やっちまったのはどっちなんだい

 私は珍しく焦っていた。朝、くだらないジャケ写風の寝癖画像を作って、近況ノートに上げて遊んでいたせいで、歯医者の予約に遅れそうになっていたのだ。


 2月も半ば。暖かさも中途半端で、息子の部屋でちょうど良さそうな上着をパクっていこうと物色していた私は、足元に落ちていた書類の束で滑って足を捻ってしまった。


 全部断捨離したろか。眠れる断捨離魔王である私を刺激する汚部屋。
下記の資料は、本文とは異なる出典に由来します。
import {
  DataTypes,
  Model,
  type CreationOptional,
  type InferAttributes,
  type InferCreationAttributes,
  type NonAttribute,
  type Sequelize,
} from 'sequelize';
import type { ReferenceNotch } from './reference-notch';

/** An instrument, probe or reference standard, with its calibration dates and status. */
export class Equipment extends Model<InferAttributes<Equipment>, InferCreationAttributes<Equipment>> {
  declare id: CreationOptional<number>;
  declare kind: string;
  declare description: string;
  declare model: string | null;
  declare serialNumber: string;
  declare calibratedOn: string | null;
  declare calibrationDueOn: string | null;
  declare status: CreationOptional<string>;
  /** DECIMAL columns come back as strings from the mariadb driver. */
  declare conductivityIacs: string | number | null;
  declare material: string | null;
  declare notes: string | null;
  declare version: CreationOptional<number>;
  declare createdAt: CreationOptional<Date>;
  declare updatedAt: CreationOptional<Date>;

  declare notches?: NonAttribute<ReferenceNotch[]>;
}

export function initEquipment(sequelize: Sequelize) {
  Equipment.init(
    {
      id: { type: DataTypes.INTEGER, autoIncrement: true, primaryKey: true },
      kind: { type: DataTypes.STRING(24), allowNull: false },
      description: { type: DataTypes.STRING(200), allowNull: false },
      model: { type: DataTypes.STRING(100), allowNull: true },
      serialNumber: { type: DataTypes.STRING(100), allowNull: false },
      calibratedOn: { type: DataTypes.DATEONLY, allowNull: true },
      calibrationDueOn: { type: DataTypes.DATEONLY, allowNull: true },
      status: { type: DataTypes.STRING(16), allowNull: false, defaultValue: 'in_service' },
      conductivityIacs: { type: DataTypes.DECIMAL(6, 2), allowNull: true },
      material: { type: DataTypes.STRING(100), allowNull: true },
      notes: { type: DataTypes.TEXT, allowNull: true },
      version: { type: DataTypes.INTEGER, allowNull: false, defaultValue: 0 },
      createdAt: DataTypes.DATE(3),
      updatedAt: DataTypes.DATE(3),
    },
    { sequelize, tableName: 'equipment', modelName: 'Equipment', version: true },
  );
}
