import { DataTypes, Model, type CreationOptional, type InferAttributes, type InferCreationAttributes, type Sequelize } from 'sequelize';

/** pending → sent; held (kept for the recipient's daily digest) → digested. */
export type OutboxStatus = 'pending' | 'sent' | 'held' | 'digested';

export class OutboxMessage extends Model<InferAttributes<OutboxMessage>, InferCreationAttributes<OutboxMessage>> {
  declare id: CreationOptional<number>;
  declare kind: string;
  declare toUserId: number | null;
  declare toAddress: string;
  declare subject: string;
  declare textBody: string;
  declare htmlBody: string;
  declare recordType: string | null;
  declare recordId: string | null;
  declare dedupeKey: string | null;
  declare status: OutboxStatus;
  declare attempts: CreationOptional<number>;
  declare nextAttemptAt: Date;
  declare lockedUntil: CreationOptional<Date | null>;
  declare lastError: CreationOptional<string | null>;
  declare sentAt: CreationOptional<Date | null>;
  declare digestId: CreationOptional<number | null>;
  declare createdAt: CreationOptional<Date>;
  declare updatedAt: CreationOptional<Date>;
}

export function initOutboxMessage(sequelize: Sequelize) {
  OutboxMessage.init(
    {
      id: { type: DataTypes.INTEGER, autoIncrement: true, primaryKey: true },
      kind: { type: DataTypes.STRING(48), allowNull: false },
      toUserId: { type: DataTypes.INTEGER, allowNull: true },
      toAddress: { type: DataTypes.STRING(254), allowNull: false },
      subject: { type: DataTypes.STRING(255), allowNull: false },
      textBody: { type: DataTypes.TEXT('medium'), allowNull: false },
      htmlBody: { type: DataTypes.TEXT('medium'), allowNull: false },
      recordType: { type: DataTypes.STRING(32), allowNull: true },
      recordId: { type: DataTypes.STRING(64), allowNull: true },
      dedupeKey: { type: DataTypes.STRING(191), allowNull: true },
      status: { type: DataTypes.STRING(16), allowNull: false },
      attempts: { type: DataTypes.INTEGER, allowNull: false, defaultValue: 0 },
      nextAttemptAt: { type: DataTypes.DATE(3), allowNull: false },
      lockedUntil: { type: DataTypes.DATE(3), allowNull: true, defaultValue: null },
      lastError: { type: DataTypes.TEXT, allowNull: true, defaultValue: null },
      sentAt: { type: DataTypes.DATE(3), allowNull: true, defaultValue: null },
      digestId: { type: DataTypes.INTEGER, allowNull: true, defaultValue: null },
      createdAt: DataTypes.DATE(3),
      updatedAt: DataTypes.DATE(3),
    },
    { sequelize, tableName: 'outbox_messages', modelName: 'OutboxMessage' },
  );
}
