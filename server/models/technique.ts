import {
  DataTypes,
  Model,
  type CreationOptional,
  type InferAttributes,
  type InferCreationAttributes,
  type NonAttribute,
  type Sequelize,
} from 'sequelize';
import type { Area } from './area';
import type { TechniqueRevision } from './technique-revision';

/** A written technique in the register; its content lives in its revisions. */
export class Technique extends Model<InferAttributes<Technique>, InferCreationAttributes<Technique>> {
  declare id: CreationOptional<number>;
  declare code: string;
  declare title: string;
  declare areaId: number | null;
  declare createdById: number;
  declare createdAt: CreationOptional<Date>;
  declare updatedAt: CreationOptional<Date>;

  declare area?: NonAttribute<Area | null>;
  declare revisions?: NonAttribute<TechniqueRevision[]>;
}

export function initTechnique(sequelize: Sequelize) {
  Technique.init(
    {
      id: { type: DataTypes.INTEGER, autoIncrement: true, primaryKey: true },
      code: { type: DataTypes.STRING(40), allowNull: false },
      title: { type: DataTypes.STRING(200), allowNull: false },
      areaId: { type: DataTypes.INTEGER, allowNull: true },
      createdById: { type: DataTypes.INTEGER, allowNull: false },
      createdAt: DataTypes.DATE(3),
      updatedAt: DataTypes.DATE(3),
    },
    { sequelize, tableName: 'techniques', modelName: 'Technique' },
  );
}
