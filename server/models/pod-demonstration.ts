import { DataTypes, Model, type CreationOptional, type InferAttributes, type InferCreationAttributes, type Sequelize } from 'sequelize';
import type { PodDemonstrationData, PodDemonstrationState, PodModel, PodSizeDimension } from '../../shared/schemas/pod';

/** A capability demonstration of a technique revision: data, analysis and, once accepted, its signature. */
export class PodDemonstration extends Model<InferAttributes<PodDemonstration>, InferCreationAttributes<PodDemonstration>> {
  declare id: CreationOptional<number>;
  declare techniqueRevisionId: number;
  declare title: string;
  declare model: PodModel;
  declare sizeDimension: PodSizeDimension;
  declare data: PodDemonstrationData;
  declare analysis: CreationOptional<Record<string, unknown> | null>;
  declare engineVersion: CreationOptional<number | null>;
  declare analysedAt: CreationOptional<Date | null>;
  declare state: PodDemonstrationState;
  declare acceptedById: CreationOptional<number | null>;
  declare acceptedAt: CreationOptional<Date | null>;
  declare signatureId: CreationOptional<number | null>;
  declare supersededById: CreationOptional<number | null>;
  declare createdById: number;
  declare version: CreationOptional<number>;
  declare createdAt: CreationOptional<Date>;
  declare updatedAt: CreationOptional<Date>;
}

export function initPodDemonstration(sequelize: Sequelize) {
  PodDemonstration.init(
    {
      id: { type: DataTypes.INTEGER, autoIncrement: true, primaryKey: true },
      techniqueRevisionId: { type: DataTypes.INTEGER, allowNull: false },
      title: { type: DataTypes.STRING(160), allowNull: false },
      model: { type: DataTypes.STRING(20), allowNull: false },
      sizeDimension: { type: DataTypes.STRING(10), allowNull: false },
      data: { type: DataTypes.JSON, allowNull: false },
      analysis: { type: DataTypes.JSON, allowNull: true },
      engineVersion: { type: DataTypes.INTEGER, allowNull: true },
      analysedAt: { type: DataTypes.DATE(3), allowNull: true },
      state: { type: DataTypes.STRING(16), allowNull: false },
      acceptedById: { type: DataTypes.INTEGER, allowNull: true },
      acceptedAt: { type: DataTypes.DATE(3), allowNull: true },
      signatureId: { type: DataTypes.INTEGER, allowNull: true },
      supersededById: { type: DataTypes.INTEGER, allowNull: true },
      createdById: { type: DataTypes.INTEGER, allowNull: false },
      version: { type: DataTypes.INTEGER, allowNull: false, defaultValue: 0 },
      createdAt: { type: DataTypes.DATE(3), allowNull: false },
      updatedAt: { type: DataTypes.DATE(3), allowNull: false },
    },
    { sequelize, tableName: 'pod_demonstrations', modelName: 'PodDemonstration', underscored: true },
  );
}
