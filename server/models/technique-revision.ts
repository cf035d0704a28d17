import {
  DataTypes,
  Model,
  type CreationOptional,
  type InferAttributes,
  type InferCreationAttributes,
  type NonAttribute,
  type Sequelize,
} from 'sequelize';
import type { RuleId, Verdict } from '../../shared/domain/checklist';
import type { Technique as TechniqueContent } from '../../shared/schemas/technique';
import type { TechniqueRevisionState } from '../../shared/schemas/technique-register';
import type { Technique } from './technique';
import type { User } from './user';

/** One revision of a technique: draft → approved (by a Level 3) → superseded. Approved revisions are read-only. */
export class TechniqueRevision extends Model<InferAttributes<TechniqueRevision>, InferCreationAttributes<TechniqueRevision>> {
  declare id: CreationOptional<number>;
  declare techniqueId: number;
  declare seq: number;
  declare revision: string;
  declare state: TechniqueRevisionState;
  declare content: TechniqueContent;
  declare verdict: Verdict;
  declare failedRules: RuleId[];
  declare createdById: number;
  declare updatedById: number;
  declare approvedById: number | null;
  declare approvedAt: Date | null;
  declare supersededAt: Date | null;
  declare version: CreationOptional<number>;
  declare createdAt: CreationOptional<Date>;
  declare updatedAt: CreationOptional<Date>;

  declare technique?: NonAttribute<Technique>;
  declare approvedBy?: NonAttribute<User | null>;
  declare createdBy?: NonAttribute<User>;
  declare updatedBy?: NonAttribute<User>;
}

export function initTechniqueRevision(sequelize: Sequelize) {
  TechniqueRevision.init(
    {
      id: { type: DataTypes.INTEGER, autoIncrement: true, primaryKey: true },
      techniqueId: { type: DataTypes.INTEGER, allowNull: false },
      seq: { type: DataTypes.INTEGER, allowNull: false },
      revision: { type: DataTypes.STRING(20), allowNull: false },
      state: { type: DataTypes.STRING(16), allowNull: false },
      content: { type: DataTypes.JSON, allowNull: false },
      verdict: { type: DataTypes.STRING(20), allowNull: false },
      failedRules: { type: DataTypes.JSON, allowNull: false },
      createdById: { type: DataTypes.INTEGER, allowNull: false },
      updatedById: { type: DataTypes.INTEGER, allowNull: false },
      approvedById: { type: DataTypes.INTEGER, allowNull: true },
      approvedAt: { type: DataTypes.DATE(3), allowNull: true },
      supersededAt: { type: DataTypes.DATE(3), allowNull: true },
      version: { type: DataTypes.INTEGER, allowNull: false, defaultValue: 0 },
      createdAt: DataTypes.DATE(3),
      updatedAt: DataTypes.DATE(3),
    },
    { sequelize, tableName: 'technique_revisions', modelName: 'TechniqueRevision', version: true },
  );
}
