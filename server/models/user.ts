import {
  DataTypes,
  Model,
  type CreationOptional,
  type InferAttributes,
  type InferCreationAttributes,
  type NonAttribute,
  type Sequelize,
} from 'sequelize';
import type { Role } from '../../shared/roles';
import type { Area } from './area';
import type { RoleAssignment } from './role-assignment';

export class User extends Model<InferAttributes<User>, InferCreationAttributes<User>> {
  declare id: CreationOptional<number>;
  declare email: string;
  declare displayName: string;
  declare passwordHash: string;
  declare areaId: number | null;
  declare active: CreationOptional<boolean>;
  declare failedSignIns: CreationOptional<number>;
  /** Left from permanent locks; no longer set (see lockedUntil). */
  declare lockedAt: CreationOptional<Date | null>;
  /** A temporary lock after failed passwords: sign-in is refused until then. */
  declare lockedUntil: CreationOptional<Date | null>;
  /** Locks in a row without a successful sign-in: each lock lasts twice as long as the one before. */
  declare lockouts: CreationOptional<number>;
  /** Set when an administrator chose this person's password: they choose their own at next sign-in. */
  declare passwordChangeRequired: CreationOptional<boolean>;
  declare mailDigest: CreationOptional<boolean>;
  declare version: CreationOptional<number>;
  declare createdAt: CreationOptional<Date>;
  declare updatedAt: CreationOptional<Date>;

  declare area?: NonAttribute<Area | null>;
  declare roleAssignments?: NonAttribute<RoleAssignment[]>;

  get roles(): NonAttribute<Role[]> {
    return (this.roleAssignments ?? []).map((assignment) => assignment.role).sort();
  }
}

export function initUser(sequelize: Sequelize) {
  User.init(
    {
      id: { type: DataTypes.INTEGER, autoIncrement: true, primaryKey: true },
      email: { type: DataTypes.STRING(254), allowNull: false },
      displayName: { type: DataTypes.STRING(120), allowNull: false },
      passwordHash: { type: DataTypes.STRING(255), allowNull: false },
      areaId: { type: DataTypes.INTEGER, allowNull: true },
      active: { type: DataTypes.BOOLEAN, allowNull: false, defaultValue: true },
      failedSignIns: { type: DataTypes.INTEGER, allowNull: false, defaultValue: 0 },
      lockedAt: { type: DataTypes.DATE(3), allowNull: true },
      lockedUntil: { type: DataTypes.DATE(3), allowNull: true },
      lockouts: { type: DataTypes.INTEGER, allowNull: false, defaultValue: 0 },
      passwordChangeRequired: { type: DataTypes.BOOLEAN, allowNull: false, defaultValue: false },
      mailDigest: { type: DataTypes.BOOLEAN, allowNull: false, defaultValue: false },
      version: { type: DataTypes.INTEGER, allowNull: false, defaultValue: 0 },
      createdAt: DataTypes.DATE(3),
      updatedAt: DataTypes.DATE(3),
    },
    { sequelize, tableName: 'users', modelName: 'User', version: true },
  );
}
いやしかしこんな時こそ呼吸を整えねばならぬ。


 ちょっと遅刻だなあと思いつつ。ユージュアル・サスペクツごっこで少し足を引きずりながら、ゆっくり歩いて1分圏内にある歯医者に行き、診察券を出そうとすると……。


 そこには『2月14日』と予約日が書いてあるではないか。ちょうど抗生物質を飲み間違えたと電話した日の翌日。


「す……すみません。予約日間違えてました」


 震える私に、受付嬢も別の意味で震えていた。


「だ、大丈夫です。んふ、ふふふ。私もあの時きちんと確認していませんでしたので、ふふ……すみません。先生には言ってあります。どうぞ診察室へ……ふひ」


 お互い確認不足。私は震えたまま診察室に向かい、茫然自失のていで、歯の治療をしてもらうのであった。


 そして、麻酔なしのコウジの治療は、自失していてさえ、とても痛かったのである。